**WHAT YOU NEED TO DO**
Give back exactly the lines of the material below that start at the line containing "a recipe ready" and end at the line containing "dict, recipe: Recipe)", and no others.

**MATERIAL FOR THIS TASK**
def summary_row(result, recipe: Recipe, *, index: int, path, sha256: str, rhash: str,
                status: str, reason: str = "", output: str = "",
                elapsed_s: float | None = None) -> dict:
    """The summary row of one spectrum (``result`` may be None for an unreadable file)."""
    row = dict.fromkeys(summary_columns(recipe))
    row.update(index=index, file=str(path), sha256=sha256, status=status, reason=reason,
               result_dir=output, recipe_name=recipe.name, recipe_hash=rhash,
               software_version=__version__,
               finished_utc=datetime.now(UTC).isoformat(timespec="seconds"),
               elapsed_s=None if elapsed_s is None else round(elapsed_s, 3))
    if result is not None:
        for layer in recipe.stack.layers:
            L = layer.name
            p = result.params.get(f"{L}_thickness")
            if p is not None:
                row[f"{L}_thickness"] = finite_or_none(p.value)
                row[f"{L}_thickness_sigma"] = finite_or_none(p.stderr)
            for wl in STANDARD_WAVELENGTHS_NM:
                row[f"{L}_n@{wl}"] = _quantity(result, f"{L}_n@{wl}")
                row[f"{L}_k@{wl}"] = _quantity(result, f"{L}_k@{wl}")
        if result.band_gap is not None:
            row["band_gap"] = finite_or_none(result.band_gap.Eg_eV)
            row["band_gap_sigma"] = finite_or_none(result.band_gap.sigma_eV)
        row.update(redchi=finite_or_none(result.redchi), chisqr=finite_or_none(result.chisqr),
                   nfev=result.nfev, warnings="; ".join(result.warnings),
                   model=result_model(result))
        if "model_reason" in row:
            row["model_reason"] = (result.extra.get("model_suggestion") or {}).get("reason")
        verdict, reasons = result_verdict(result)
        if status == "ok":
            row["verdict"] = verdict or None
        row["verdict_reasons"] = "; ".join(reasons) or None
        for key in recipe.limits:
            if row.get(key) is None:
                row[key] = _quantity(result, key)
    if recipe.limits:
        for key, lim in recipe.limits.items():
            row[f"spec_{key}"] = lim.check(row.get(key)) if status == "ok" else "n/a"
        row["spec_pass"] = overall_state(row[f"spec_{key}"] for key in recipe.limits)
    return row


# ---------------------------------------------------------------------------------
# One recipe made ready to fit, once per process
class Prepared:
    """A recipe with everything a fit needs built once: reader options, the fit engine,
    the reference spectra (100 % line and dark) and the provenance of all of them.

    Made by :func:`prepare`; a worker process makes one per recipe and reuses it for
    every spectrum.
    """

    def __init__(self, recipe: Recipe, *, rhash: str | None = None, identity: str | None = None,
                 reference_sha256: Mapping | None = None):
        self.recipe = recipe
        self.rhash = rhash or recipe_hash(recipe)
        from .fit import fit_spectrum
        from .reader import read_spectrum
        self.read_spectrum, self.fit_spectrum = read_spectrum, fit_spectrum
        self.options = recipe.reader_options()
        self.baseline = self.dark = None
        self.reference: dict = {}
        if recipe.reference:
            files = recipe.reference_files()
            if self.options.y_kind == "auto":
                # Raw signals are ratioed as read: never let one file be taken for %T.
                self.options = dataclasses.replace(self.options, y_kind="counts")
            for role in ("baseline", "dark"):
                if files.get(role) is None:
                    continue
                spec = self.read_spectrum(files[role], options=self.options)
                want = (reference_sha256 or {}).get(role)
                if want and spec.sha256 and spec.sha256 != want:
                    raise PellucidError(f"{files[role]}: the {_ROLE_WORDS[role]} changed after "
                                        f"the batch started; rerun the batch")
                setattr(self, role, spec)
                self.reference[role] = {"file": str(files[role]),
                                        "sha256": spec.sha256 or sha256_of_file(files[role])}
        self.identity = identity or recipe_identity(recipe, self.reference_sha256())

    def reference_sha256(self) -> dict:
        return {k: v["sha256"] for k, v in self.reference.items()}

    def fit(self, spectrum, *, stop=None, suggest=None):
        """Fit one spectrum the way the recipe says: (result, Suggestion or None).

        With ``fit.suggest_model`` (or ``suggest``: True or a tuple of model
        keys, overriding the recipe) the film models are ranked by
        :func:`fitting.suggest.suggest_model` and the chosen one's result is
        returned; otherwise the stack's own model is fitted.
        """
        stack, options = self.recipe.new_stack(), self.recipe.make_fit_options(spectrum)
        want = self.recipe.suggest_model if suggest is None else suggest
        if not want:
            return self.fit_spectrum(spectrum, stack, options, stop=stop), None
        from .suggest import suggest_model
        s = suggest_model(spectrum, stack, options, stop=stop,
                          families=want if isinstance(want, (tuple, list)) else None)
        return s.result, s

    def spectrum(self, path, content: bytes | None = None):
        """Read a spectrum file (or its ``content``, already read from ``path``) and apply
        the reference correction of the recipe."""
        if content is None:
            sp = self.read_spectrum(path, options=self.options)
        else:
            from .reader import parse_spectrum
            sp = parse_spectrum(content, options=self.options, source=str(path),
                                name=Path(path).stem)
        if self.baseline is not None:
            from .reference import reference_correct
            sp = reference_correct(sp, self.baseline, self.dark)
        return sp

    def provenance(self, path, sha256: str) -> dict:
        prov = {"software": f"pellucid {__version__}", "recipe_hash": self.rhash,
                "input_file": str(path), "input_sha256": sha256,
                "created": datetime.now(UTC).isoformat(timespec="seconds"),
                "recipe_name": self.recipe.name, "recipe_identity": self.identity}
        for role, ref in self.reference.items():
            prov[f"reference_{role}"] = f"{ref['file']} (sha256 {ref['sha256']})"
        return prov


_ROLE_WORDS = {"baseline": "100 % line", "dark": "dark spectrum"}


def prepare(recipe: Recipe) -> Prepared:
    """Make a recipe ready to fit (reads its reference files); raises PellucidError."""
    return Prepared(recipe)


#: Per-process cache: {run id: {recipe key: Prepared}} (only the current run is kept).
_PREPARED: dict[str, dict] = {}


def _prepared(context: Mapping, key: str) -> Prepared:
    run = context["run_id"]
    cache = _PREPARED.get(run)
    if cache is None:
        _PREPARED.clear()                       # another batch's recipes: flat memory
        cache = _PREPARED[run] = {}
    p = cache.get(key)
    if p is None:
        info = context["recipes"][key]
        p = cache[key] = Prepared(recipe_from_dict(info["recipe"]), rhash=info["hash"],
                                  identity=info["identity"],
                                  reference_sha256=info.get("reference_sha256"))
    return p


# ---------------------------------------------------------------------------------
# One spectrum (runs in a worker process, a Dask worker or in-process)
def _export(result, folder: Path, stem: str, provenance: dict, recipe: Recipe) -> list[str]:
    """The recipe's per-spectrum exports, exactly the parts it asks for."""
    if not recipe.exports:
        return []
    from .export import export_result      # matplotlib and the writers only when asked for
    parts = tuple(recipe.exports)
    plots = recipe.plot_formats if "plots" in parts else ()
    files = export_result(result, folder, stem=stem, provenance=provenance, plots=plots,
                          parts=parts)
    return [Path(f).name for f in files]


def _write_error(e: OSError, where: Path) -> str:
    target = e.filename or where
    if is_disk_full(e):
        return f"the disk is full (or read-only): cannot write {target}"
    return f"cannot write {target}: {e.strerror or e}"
--
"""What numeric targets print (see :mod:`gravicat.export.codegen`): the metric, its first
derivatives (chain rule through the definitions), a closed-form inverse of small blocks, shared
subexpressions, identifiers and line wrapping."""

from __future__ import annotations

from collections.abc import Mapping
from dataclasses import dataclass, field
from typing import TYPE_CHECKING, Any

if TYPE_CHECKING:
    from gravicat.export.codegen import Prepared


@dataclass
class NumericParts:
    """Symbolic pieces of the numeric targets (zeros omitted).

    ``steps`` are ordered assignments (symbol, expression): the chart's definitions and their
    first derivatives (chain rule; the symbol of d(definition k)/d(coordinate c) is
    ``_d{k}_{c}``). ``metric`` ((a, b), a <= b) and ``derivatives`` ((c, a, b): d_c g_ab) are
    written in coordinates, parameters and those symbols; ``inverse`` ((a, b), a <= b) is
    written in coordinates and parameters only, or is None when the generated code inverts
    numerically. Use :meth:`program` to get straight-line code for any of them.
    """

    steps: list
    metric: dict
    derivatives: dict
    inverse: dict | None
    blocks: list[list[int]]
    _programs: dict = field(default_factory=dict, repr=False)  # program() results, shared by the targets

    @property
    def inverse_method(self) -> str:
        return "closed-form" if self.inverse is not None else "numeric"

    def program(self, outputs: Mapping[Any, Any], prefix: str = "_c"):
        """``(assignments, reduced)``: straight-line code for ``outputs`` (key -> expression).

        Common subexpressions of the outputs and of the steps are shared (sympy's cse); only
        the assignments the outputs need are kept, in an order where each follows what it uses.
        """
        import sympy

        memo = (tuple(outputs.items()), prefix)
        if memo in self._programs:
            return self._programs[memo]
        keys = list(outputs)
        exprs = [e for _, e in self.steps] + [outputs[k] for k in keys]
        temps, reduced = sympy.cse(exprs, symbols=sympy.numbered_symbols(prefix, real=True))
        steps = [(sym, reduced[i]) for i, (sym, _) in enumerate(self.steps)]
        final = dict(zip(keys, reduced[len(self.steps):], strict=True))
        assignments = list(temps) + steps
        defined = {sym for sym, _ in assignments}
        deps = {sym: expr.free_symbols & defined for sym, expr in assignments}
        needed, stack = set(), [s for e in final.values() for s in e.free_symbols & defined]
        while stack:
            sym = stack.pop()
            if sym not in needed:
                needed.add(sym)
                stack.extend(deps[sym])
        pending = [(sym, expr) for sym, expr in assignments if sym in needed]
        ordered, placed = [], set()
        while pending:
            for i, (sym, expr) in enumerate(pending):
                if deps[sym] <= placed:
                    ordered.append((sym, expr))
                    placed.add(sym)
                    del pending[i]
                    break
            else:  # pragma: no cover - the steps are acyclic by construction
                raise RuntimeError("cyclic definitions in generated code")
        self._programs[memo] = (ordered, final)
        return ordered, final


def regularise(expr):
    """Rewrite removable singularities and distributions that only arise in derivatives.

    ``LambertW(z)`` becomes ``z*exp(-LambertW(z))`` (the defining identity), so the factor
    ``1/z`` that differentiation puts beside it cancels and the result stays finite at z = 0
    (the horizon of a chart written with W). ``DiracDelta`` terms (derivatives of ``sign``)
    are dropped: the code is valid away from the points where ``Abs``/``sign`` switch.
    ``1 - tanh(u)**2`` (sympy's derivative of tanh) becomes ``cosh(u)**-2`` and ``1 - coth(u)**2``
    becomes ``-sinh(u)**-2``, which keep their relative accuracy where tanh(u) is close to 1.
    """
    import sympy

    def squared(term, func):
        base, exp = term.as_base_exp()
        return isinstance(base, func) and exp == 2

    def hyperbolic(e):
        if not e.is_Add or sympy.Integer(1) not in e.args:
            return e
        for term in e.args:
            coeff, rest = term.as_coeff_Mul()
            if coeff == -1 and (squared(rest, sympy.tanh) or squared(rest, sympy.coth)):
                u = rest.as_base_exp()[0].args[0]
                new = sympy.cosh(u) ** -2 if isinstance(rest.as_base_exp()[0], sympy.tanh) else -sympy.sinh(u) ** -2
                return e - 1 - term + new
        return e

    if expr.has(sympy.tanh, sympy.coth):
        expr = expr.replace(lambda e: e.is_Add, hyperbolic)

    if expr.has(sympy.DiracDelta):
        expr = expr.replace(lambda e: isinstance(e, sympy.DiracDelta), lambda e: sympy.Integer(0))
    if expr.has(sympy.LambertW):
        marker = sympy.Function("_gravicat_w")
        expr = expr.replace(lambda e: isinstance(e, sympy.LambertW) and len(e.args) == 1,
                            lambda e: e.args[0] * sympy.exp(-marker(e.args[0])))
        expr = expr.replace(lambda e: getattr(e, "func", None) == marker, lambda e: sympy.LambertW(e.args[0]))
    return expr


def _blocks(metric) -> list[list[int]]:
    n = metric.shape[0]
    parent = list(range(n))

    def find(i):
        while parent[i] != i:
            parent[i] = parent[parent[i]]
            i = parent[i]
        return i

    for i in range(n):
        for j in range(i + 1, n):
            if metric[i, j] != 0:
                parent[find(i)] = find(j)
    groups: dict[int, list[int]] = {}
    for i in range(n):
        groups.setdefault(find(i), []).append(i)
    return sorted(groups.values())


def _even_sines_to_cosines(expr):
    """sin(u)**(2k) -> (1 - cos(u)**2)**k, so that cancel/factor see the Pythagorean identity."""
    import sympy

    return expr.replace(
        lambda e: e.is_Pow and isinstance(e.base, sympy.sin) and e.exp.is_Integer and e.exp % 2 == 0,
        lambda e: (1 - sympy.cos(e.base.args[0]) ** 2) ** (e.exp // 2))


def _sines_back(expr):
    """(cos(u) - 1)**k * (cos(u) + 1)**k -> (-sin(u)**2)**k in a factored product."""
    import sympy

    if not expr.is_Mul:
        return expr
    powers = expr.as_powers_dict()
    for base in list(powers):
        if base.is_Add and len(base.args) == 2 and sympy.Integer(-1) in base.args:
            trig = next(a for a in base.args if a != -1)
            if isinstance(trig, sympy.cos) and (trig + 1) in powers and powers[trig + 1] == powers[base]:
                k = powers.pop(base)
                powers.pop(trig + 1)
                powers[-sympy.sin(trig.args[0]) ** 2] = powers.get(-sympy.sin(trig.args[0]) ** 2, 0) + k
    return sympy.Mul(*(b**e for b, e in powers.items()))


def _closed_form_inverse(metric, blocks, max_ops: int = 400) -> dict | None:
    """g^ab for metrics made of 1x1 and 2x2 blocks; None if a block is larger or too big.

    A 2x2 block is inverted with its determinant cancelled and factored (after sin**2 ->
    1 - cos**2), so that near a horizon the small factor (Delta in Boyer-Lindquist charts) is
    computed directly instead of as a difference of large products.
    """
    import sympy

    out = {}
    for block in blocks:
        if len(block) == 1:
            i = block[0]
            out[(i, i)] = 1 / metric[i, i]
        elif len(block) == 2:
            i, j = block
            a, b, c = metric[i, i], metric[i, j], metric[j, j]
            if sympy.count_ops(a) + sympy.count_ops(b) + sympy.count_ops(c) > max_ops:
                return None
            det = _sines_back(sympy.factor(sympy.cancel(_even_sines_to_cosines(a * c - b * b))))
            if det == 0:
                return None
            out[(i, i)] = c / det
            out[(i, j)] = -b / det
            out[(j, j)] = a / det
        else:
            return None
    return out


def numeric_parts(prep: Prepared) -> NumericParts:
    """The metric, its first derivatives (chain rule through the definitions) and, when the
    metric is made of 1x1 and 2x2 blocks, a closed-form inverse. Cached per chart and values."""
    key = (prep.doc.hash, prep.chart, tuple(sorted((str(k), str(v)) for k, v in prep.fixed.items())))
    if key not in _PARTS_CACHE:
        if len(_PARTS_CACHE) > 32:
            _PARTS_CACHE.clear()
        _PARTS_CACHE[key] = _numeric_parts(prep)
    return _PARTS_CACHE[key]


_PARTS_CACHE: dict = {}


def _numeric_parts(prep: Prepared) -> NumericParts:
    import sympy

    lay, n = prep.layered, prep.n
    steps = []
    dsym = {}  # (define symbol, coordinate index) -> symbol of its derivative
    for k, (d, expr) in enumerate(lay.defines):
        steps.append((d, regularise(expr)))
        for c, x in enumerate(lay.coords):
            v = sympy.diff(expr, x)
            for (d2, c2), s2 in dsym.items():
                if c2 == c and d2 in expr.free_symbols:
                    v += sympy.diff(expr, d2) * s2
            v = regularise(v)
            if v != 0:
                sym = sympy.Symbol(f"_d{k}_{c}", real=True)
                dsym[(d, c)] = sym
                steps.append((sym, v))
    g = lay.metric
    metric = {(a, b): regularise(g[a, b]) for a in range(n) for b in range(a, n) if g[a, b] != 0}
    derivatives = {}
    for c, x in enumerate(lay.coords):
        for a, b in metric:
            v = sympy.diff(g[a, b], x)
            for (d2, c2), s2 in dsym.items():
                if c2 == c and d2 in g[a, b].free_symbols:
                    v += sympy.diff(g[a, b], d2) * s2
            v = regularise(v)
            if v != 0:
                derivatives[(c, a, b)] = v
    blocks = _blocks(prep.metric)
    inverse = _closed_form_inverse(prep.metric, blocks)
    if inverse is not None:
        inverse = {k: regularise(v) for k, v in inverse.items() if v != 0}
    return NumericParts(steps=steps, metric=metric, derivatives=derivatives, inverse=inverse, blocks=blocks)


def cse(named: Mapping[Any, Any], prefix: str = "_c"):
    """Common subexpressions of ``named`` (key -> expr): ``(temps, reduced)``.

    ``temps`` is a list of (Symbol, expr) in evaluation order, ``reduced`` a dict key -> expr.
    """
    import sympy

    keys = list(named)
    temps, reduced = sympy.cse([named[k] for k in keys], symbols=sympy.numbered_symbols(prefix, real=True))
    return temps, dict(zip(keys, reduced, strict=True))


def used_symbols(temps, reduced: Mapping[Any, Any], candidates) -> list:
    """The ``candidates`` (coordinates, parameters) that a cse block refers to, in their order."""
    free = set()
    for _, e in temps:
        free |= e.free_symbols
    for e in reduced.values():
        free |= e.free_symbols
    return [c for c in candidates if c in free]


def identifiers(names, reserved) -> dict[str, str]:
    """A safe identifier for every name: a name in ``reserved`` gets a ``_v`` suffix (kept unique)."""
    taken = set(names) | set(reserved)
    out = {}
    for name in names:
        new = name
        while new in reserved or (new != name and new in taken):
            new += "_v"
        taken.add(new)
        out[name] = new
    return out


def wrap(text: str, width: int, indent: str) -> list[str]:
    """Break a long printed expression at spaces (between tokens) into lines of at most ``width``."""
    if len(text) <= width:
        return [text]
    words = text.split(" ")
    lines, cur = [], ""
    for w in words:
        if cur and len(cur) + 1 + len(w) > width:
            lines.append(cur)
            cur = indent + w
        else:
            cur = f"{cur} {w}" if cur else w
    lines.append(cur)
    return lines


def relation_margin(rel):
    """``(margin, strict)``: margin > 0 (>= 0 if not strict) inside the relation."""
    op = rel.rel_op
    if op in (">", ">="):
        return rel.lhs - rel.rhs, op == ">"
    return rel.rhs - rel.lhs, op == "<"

**SOLUTION TO THIS PROBLEM**
    """Make a recipe ready to fit (reads its reference files); raises PellucidError."""
    return Prepared(recipe)


#: Per-process cache: {run id: {recipe key: Prepared}} (only the current run is kept).
_PREPARED: dict[str, dict] = {}


def _prepared(context: Mapping, key: str) -> Prepared:
    run = context["run_id"]
    cache = _PREPARED.get(run)
    if cache is None:
        _PREPARED.clear()                       # another batch's recipes: flat memory
        cache = _PREPARED[run] = {}
    p = cache.get(key)
    if p is None:
        info = context["recipes"][key]
        p = cache[key] = Prepared(recipe_from_dict(info["recipe"]), rhash=info["hash"],
                                  identity=info["identity"],
                                  reference_sha256=info.get("reference_sha256"))
    return p


# ---------------------------------------------------------------------------------
# One spectrum (runs in a worker process, a Dask worker or in-process)
def _export(result, folder: Path, stem: str, provenance: dict, recipe: Recipe) -> list[str]:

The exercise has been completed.